To set up your environment using Miniconda, follow the steps below. These instructions will guide you through installing Miniconda, configuring your environment, and running a Streamlit application tailored for AI tasks.

Step 1: Install Miniconda

First, you need to install Miniconda. Visit the Miniconda website and follow the installation instructions for your operating system.

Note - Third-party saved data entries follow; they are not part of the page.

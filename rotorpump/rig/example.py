# SPDX-License-Identifier: BSD-3-Clause
"""The built-in example rig: a bench wheel with a belt-driven carriage, an invention of ours."""

from __future__ import annotations

from importlib.resources import files

from rotorpump.rig.rig import Rig
from rotorpump.rig.rigfile import parse_rig
from rotorpump.tasks import Task


def example_rig() -> tuple[Rig, Task]:
    """Return the built-in example: a rig, and the task to pump it.

    Returns
    -------
    rig : Rig
        A wheel of 0.31 kg m2 with a carriage of 1.1 kg on a stroke from 0.16 m to 0.38 m.
    task : Pump
        7 s of pumping from 0.35 rad.
    """
    text = files("rotorpump.rig").joinpath("example.toml").read_text(encoding="utf-8")
    return parse_rig(text, "built-in example")
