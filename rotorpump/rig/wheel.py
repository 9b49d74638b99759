# SPDX-License-Identifier: BSD-3-Clause
"""The wheel without the moving mass."""

from __future__ import annotations

from dataclasses import dataclass

from rotorpump.quantities import non_negative, positive


@dataclass(frozen=True)
class Wheel:
    """A balanced wheel on a horizontal axle.

    Parameters
    ----------
    inertia : float
        Moment of inertia about the axle without the moving mass [kg m2].
    mass : float, optional
        Mass that the axle carries without the moving mass [kg].

    Raises
    ------
    InputError
        If the inertia is not positive or the mass is negative.
    """

    inertia: float
    mass: float = 0.0

    def __post_init__(self) -> None:
        object.__setattr__(self, "inertia", positive("inertia", self.inertia))
        object.__setattr__(self, "mass", non_negative("mass", self.mass))
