"""Bad input: each refused in one sentence that names row, line and column, what was found and what is expected."""

from __future__ import annotations

import time
from pathlib import Path

import pytest
from texts import FIRST_ROW_LINE, HEADER, PREFACE, ROWS, read_text, refused

from mutual.errors import RefusedInput
from mutual.recording import read

SENSED = "across,tied,sense,frequency [Hz],transfer inductance [uH],kick on make\n"


def test_a_missing_file(tmp_path: Path) -> None:
    with pytest.raises(RefusedInput, match="no such file") as caught:
        read(tmp_path / "none.csv")
    assert caught.value.file == str(tmp_path / "none.csv")


def test_a_folder(tmp_path: Path) -> None:
    with pytest.raises(RefusedInput, match="folder"):
        read(tmp_path)


def test_a_name_that_no_file_can_have() -> None:
    with pytest.raises(RefusedInput, match="cannot be read") as caught:
        read("a\0b\x1b[31m.csv")
    assert str(caught.value).isprintable()


@pytest.mark.parametrize(
    ("data", "reason", "line"),
    [
        (b"", "empty", None),
        (b" \r\n\n", "empty", None),
        (b"\xef\xbb\xbf", "empty", None),
        ((PREFACE + HEADER).encode("utf-16"), "UTF-16", None),
        ((PREFACE + HEADER).encode("utf-16-le"), "UTF-16", None),
        ((PREFACE + HEADER).encode("utf-16-be"), "UTF-16", None),
        (b"PK\x03\x04 and so on", "workbook", None),
        ((PREFACE + HEADER).encode() + b"A-B\0", "binary", 8),
        (PREFACE.encode() + b"across,tied,inductance [\xb5H]\n", "UTF-8", 7),
        (PREFACE.encode(), "no header", None),
        (b"# \n", "no header", None),
        ((PREFACE + HEADER).encode(), "no row", None),
        ((PREFACE + HEADER + "\n\n").encode(), "no row", None),
    ],
)
def test_files_with_nothing_to_read(tmp_path: Path, data: bytes, reason: str, line: int | None) -> None:
    error = refused(tmp_path, data)
    assert reason in error.reason
    assert error.line == line
    assert error.row is None


# Line of the preface to add before [windings] or after the windings, then line, column, found, expected.
@pytest.mark.parametrize(
    ("before", "after", "line", "column", "found", "expected"),
    [
        ("Measured on the bench today", "", 4, None, "Measured on", "device"),
        ("shared_loss = ", "", 4, None, "shared_loss", "device"),
        ('device = "again"', "", 4, None, "again", ""),
        ("shared_loss = 1.5", "", 4, "shared_loss", "1.5", "0 to 1"),
        ('shared_loss = "0.5"', "", 4, "shared_loss", "0.5", "0 to 1"),
        ("shared_loss = nan", "", 4, "shared_loss", "nan", "0 to 1"),
        ('arangement = "one limb"', "", 4, "arangement", "arangement", "arrangement"),
        ('arrangement = "one limbs"', "", 4, "arrangement", "one limbs", "one limb"),
        ('internal = ["N"]', "", 4, "internal", "N", ""),
        ('earthed = "B"', "", 4, "earthed", "B", '["A", "B"]'),
        ('earthed = ["b"]', "", 4, "earthed", "b", "B"),
        ('leads = ["E F"]', "", 4, "leads", "E F", "no space"),
        ("leads = [1.5]", "", 4, "leads", "1.5", "such as"),
        ("loads = {}", "", 4, "loads", None, "nothing connected"),
        ("meter = 5", "", 4, "meter", "5", "[meter]"),
        ("limits = 5", "", 4, "limits", "5", "[limits]"),
        ("", 'spare = ["E"]', 7, "windings.spare", "E", "two"),
        ("", 'spare = ["E", "F", "G"]', 7, "windings.spare", "G", "two"),
        ("", 'spare = "E-F"', 7, "windings.spare", "E-F", '["A", "B"]'),
        ("", 'spare = ["E", "E"]', 7, "windings.spare", "E", "two leads"),
        ("", 'spare = ["B", "A"]', 7, "windings.spare", "B-A", ""),
        ("", 'spare = ["E-1", "F"]', 7, "windings.spare", "E-1", "no space, hyphen"),
        ("", 'spare = ["E", ""]', 7, "windings.spare", None, ""),
        ("", 'spare = ["E", "F\\u001b"]', 7, "windings.spare", "F\\x1b", "no space"),
        ("", '"my coil" = ["E", "F"]', 7, "windings.my coil", "my coil", "no space"),
        ("", 'spare = ["E", true]', 7, "windings.spare", "True", "such as"),
        ("", '[metre]\n# gain = "1 %"', 7, "metre", "metre", "meter"),
        ("", '[meter]\n# gian = "1 %"', 8, "meter.gian", "gian", "gain"),
        ("", '[meter]\n# gain = "-1 %"', 8, "meter.gain", "-1 %", ""),
        ("", '[meter]\n# gain = "1 uH"', 8, "meter.gain", "1 uH", "%"),
        ("", "[meter]\n# gain = true", 8, "meter.gain", "True", "0.1 %"),
        ("", "[meter]\n# gain = inf", 8, "meter.gain", "inf", "0.1 %"),
        ("", '[meter]\n# phase = "1 %"', 8, "meter.phase", "1 %", "deg"),
        ("", "[meter]\n# phase = 0.1", 8, "meter.phase", "0.1", "deg"),
        ("", "[meter]\n# floor = 5e-9", 8, "meter.floor", "5e-09", "5 nH"),
        ("", '[meter]\n# floor = "5"', 8, "meter.floor", "5", "5 nH"),
        ("", '[meter]\n# noise = "0.1 %"', 8, "meter.noise", "0.1 %", "5 nH"),
        ("", '[meter]\n# noise = ["1 nH", "-2 mohm"]', 8, "meter.noise", "-2 mohm", ""),
        ("", '[meter]\n# noise = ["1 nH", "2 nH"]', 8, "meter.noise", "1 nH, 2 nH", ""),
        ("", '[meter]\n# resolution = "1 MH"', 8, "meter.resolution", "1 MH", "mH"),
        ("", '[meter]\n# floor = "5 mm"', 8, "meter.floor", "5 mm", "5 nH"),
        ("", "[meter]\n# counts = -1", 8, "meter.counts", "-1", "steps"),
        ("", '[meter]\n# stated_as = "limits"', 8, "meter.stated_as", "limits", "expanded"),
        ("", '[meter]\n# low_q_factor = "1 + Q"', 8, "meter.low_q_factor", "1 + Q", "1 + 1/Q"),
        ("", '[meter]\n# shunt_floor = "1 nH"', 8, "meter.shunt_floor", "1 nH", "S"),
        ("", '["bridge 2"]\n# gain = "1 %"', 7, "bridge 2", "bridge 2", ""),
        ("", "[kick]\n# misread = 0.6", 8, "kick.misread", "0.6", "0 to 0.5"),
        ("", "[kick]\n# missread = 0.1", 8, "kick.missread", "missread", "misread"),
        ("", '[ties]\n# resistance = "1 uH"', 8, "ties.resistance", "1 uH", "mohm"),
        ("", '[ties]\n# inductance = "-1 nH"', 8, "ties.inductance", "-1 nH", "nH"),
        ("", '[ties]\n# resistence = "1 ohm"', 8, "ties.resistence", "resistence", "resistance"),
        ("", '[limits]\n# "copling pad latch" = {upper = 1}', 8, "limits.copling pad latch", "copling", "coupling"),
        ("", '[limits]\n# "coupling pad lach" = {upper = 1}', 8, "limits.coupling pad lach", "lach", "latch"),
        ("", '[limits]\n# "coupling pad" = {upper = 1}', 8, "limits.coupling pad", "coupling pad", "two"),
        ("", '[limits]\n# "inductance pad" = {upper = 1}', 8, "limits.inductance pad", "1", "H"),
        ("", '[limits]\n# "inductance pad" = {uper = "1 H"}', 8, "limits.inductance pad", "uper", "upper"),
        ("", '[limits]\n# "inductance pad" = {}', 8, "limits.inductance pad", "{}", "upper"),
        ("", '[limits]\n# "coupling pad latch" = {lower = 0.2, upper = 0.1}', 8, "limits.coupling pad latch", "", ""),
        ("", "x = " + "[" * 20000, 1, None, None, ""),
        ("", "a." * 100000 + "b = 1", 7, None, "a.a.a.", ""),
    ],
)
def test_prefaces(
    tmp_path: Path, before: str, after: str, line: int, column: str | None, found: str | None, expected: str
) -> None:
    lines = PREFACE.splitlines()
    if before:
        lines.insert(3, f"# {before}")
    if after:
        lines.append(f"# {after}")
    error = refused(tmp_path, "\n".join([*lines, HEADER + ROWS]))
    assert (error.line, error.column, error.row) == (line, column, None)
    assert found is None or found in str(error.found)
    assert expected in str(error.expected)


@pytest.mark.parametrize(
    ("key", "value", "reason", "expected"),
    [
        ("format", "mutual-recording-2", "newer", "mutual-recording-1"),
        ("format", "mutual-device-1", "unknown format", "mutual-recording-1"),
        ("kind", "waveform", "waveform recordings are not read yet", "readings"),
        ("kind", "reading", "unknown kind", "readings"),
    ],
)
def test_another_format_or_kind(tmp_path: Path, key: str, value: str, reason: str, expected: str) -> None:
    old = {"format": "mutual-recording-1", "kind": "readings"}[key]
    error = refused(tmp_path, PREFACE.replace(f'{key} = "{old}"', f'{key} = "{value}"') + HEADER + ROWS)
    assert reason in error.reason
    assert error.column == key
    assert error.line == {"format": 1, "kind": 2}[key]
    assert value in str(error.found)
    assert expected in str(error.expected)


def test_no_winding_at_all(tmp_path: Path) -> None:
    error = refused(tmp_path, HEADER + ROWS)
    assert "no winding" in error.reason
    assert "--winding" in str(error.expected)


@pytest.mark.parametrize(
    ("header", "column", "found", "expected"),
    [
        ("across,tied,frequency [Hz],inductence [uH]", "inductence [uH]", "inductence", "'inductance'"),
        ("across,tied,frequency [Hz],Inductance [uH]", "Inductance [uH]", "Inductance", "'inductance'"),
        ("acros,tied,frequency [Hz],inductance [uH]", "acros", "acros", "'across'"),
        ("across,tied,frequency [Hz],inductance [uh]", "inductance [uh]", "'uh'", "uH"),
        ("across,tied,frequency [Hz],inductance [MH]", "inductance [MH]", "'MH'", "mH"),
        ("across,tied,frequency [Hz],inductance [ohm]", "inductance [ohm]", "'ohm'", "uH"),
        ("across,tied,frequency [rpm],inductance [uH]", "frequency [rpm]", "'rpm'", "Hz"),
        ("across,tied,level [ohm],inductance [uH]", "level [ohm]", "'ohm'", "V or A"),
        ("across,tied,frequency [Hz],inductance (uH)", "inductance (uH)", "(uH)", "'inductance'"),
        ("across,tied [V],frequency [Hz],inductance [uH]", "tied [V]", "tied [V]", "'tied'"),
        ("across,tied,point [mm],inductance [uH]", "point [mm]", "point", "gap"),
        ("across,tied,inductance [mH],inductance [uH]", "inductance", "[mH]' and ", "one of them"),
        ("across,across,frequency [Hz],inductance [uH]", "across", "'across' and 'across'", "one of them"),
        ("across,tied,point gap [mm],point gap [um],inductance [uH]", "point gap", "point gap", "one of them"),
        ("across,tied,frequency [Hz],temperature [degC]", None, "temperature", "inductance"),
        ("tied,sense,frequency [Hz],inductance [uH]", None, None, "--across"),
    ],
)
def test_headers(tmp_path: Path, header: str, column: str | None, found: str | None, expected: str) -> None:
    error = refused(tmp_path, f"{PREFACE}{header}\n{ROWS}")
    assert error.row is None
    assert error.column == column
    assert found is None or found in str(error.found)
    assert expected in str(error.expected)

Step 2: Configure Your Environment

  1. Create the Environment File

    Create a file named environment.yml in your project directory. Paste the following contents into this file:

    name: ai_note
    channels:
      - conda-forge
      - defaults
    dependencies:
      - python=3.11.0
      - openai
      - tiktoken
      - streamlit
      - ollama
      - pyperclip
    
  2. Select conda-forge Channel

    Open your terminal or command prompt and execute the following commands to prioritize the conda-forge channel:

    conda config --add channels conda-forge
    conda config --set channel_priority strict
    
  3. Create the Environment

    Still in your terminal, navigate to the directory containing your environment.yml file. Create the Conda environment by running:

    conda env create -f environment.yml
    

Step 3: Activate the Environment

Activate your newly created environment by executing:

conda activate ai_note

Step 4: Prepare Prompt File

Create a file named openai_helper.yml in your project directory. This file should contain various prompts for the tasks you want to accomplish. Here’s an example of how to structure the contents:

- name: grammar
  note: You will be provided with statements in markdown, and your task is to convert them to standard English.

- name: improve_style
  note: Improve style of the content you are provided.

- name: summarize_md
  note: You will be provided with statements in markdown, and your task is to summarize the content.

- name: explain_python
  note: Explain Python code you are provided.

- name: write_python
  note: Write Python code to satisfy the description you are provided.

- name: improve_style
  note: Improve style of the content you are provided.
Useful Links

Name

URL

Examples of OpenAI prompts

https://platform.openai.com/examples

Step 5: Run Streamlit Script

With your environment set up and activated, and your openai_helper.yml file ready, you’re now set to run your Streamlit application. Execute the following command in your terminal:

streamlit run ai_note.py

And that’s it! Your Streamlit application should now be running, and you can interact with it through your web browser.